##### Provided data #####

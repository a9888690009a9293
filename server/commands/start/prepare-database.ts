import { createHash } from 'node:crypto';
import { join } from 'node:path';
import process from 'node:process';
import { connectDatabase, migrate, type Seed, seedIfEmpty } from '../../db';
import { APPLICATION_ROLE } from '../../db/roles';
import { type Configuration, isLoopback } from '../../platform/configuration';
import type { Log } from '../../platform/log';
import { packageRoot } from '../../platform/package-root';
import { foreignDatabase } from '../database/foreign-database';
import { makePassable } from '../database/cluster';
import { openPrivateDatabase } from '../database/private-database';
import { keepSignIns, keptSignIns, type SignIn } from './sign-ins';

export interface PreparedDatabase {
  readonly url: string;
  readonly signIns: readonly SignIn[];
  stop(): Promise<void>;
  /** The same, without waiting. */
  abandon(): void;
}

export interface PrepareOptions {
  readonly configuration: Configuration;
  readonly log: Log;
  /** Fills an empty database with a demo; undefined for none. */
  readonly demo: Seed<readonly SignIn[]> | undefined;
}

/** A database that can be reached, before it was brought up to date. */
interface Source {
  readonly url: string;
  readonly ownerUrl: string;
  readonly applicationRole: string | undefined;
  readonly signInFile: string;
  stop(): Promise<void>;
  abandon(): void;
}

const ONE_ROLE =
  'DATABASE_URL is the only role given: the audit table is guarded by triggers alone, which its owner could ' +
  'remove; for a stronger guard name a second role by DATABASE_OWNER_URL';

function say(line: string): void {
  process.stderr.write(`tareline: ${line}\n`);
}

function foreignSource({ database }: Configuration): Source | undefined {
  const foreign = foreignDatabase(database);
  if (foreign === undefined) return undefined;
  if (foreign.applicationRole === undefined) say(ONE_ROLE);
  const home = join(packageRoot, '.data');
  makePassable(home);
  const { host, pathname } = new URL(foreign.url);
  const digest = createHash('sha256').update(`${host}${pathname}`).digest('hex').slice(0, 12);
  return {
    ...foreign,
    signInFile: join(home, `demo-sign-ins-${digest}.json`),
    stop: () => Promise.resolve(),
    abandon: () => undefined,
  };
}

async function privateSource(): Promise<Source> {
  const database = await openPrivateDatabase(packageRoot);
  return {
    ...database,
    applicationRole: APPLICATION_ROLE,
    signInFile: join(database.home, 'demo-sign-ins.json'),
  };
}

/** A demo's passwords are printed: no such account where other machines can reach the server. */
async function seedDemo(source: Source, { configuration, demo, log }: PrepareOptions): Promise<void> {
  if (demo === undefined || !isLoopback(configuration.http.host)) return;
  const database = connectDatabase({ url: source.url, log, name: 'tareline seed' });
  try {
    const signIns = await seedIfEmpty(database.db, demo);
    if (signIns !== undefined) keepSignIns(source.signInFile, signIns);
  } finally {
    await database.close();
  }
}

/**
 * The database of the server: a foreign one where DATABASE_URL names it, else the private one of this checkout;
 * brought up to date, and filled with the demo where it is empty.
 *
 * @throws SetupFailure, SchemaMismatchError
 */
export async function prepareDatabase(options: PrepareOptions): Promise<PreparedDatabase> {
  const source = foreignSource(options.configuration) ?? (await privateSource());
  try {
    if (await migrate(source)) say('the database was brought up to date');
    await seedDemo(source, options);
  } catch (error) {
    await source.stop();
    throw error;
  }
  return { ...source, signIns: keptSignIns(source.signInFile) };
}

#####
##### Provided data #####

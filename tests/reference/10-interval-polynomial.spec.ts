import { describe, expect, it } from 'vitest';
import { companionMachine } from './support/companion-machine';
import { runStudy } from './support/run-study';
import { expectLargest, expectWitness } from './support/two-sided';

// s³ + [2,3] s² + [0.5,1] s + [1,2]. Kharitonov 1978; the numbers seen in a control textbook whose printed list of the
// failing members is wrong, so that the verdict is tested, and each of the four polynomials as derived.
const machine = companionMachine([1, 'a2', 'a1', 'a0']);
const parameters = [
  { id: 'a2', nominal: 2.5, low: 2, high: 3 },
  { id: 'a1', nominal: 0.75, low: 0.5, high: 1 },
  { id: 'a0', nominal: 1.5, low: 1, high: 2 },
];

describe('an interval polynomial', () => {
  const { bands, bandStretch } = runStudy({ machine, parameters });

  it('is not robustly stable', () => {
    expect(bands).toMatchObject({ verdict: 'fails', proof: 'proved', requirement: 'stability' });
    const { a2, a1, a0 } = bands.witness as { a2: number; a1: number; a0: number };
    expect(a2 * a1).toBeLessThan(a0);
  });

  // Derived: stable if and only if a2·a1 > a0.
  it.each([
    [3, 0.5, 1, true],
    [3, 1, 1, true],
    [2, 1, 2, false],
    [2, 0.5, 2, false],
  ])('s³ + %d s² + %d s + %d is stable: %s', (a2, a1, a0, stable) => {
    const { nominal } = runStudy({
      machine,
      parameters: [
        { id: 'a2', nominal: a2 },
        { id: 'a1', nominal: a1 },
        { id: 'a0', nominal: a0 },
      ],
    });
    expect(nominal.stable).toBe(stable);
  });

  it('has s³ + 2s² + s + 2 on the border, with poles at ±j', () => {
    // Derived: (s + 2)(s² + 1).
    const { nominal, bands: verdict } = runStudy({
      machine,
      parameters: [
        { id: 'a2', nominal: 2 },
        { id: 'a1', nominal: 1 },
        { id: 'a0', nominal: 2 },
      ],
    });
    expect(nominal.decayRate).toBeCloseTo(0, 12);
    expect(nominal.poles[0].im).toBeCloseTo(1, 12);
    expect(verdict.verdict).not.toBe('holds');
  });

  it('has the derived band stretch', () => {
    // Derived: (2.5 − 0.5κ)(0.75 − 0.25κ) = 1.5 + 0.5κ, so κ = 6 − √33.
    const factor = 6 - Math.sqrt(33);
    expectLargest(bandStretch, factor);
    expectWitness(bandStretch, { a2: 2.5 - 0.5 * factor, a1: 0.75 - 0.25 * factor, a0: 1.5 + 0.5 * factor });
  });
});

#####

Could you state how many lines above include the word "createHash"? Reply with that number alone.

**Answer to this task:**
2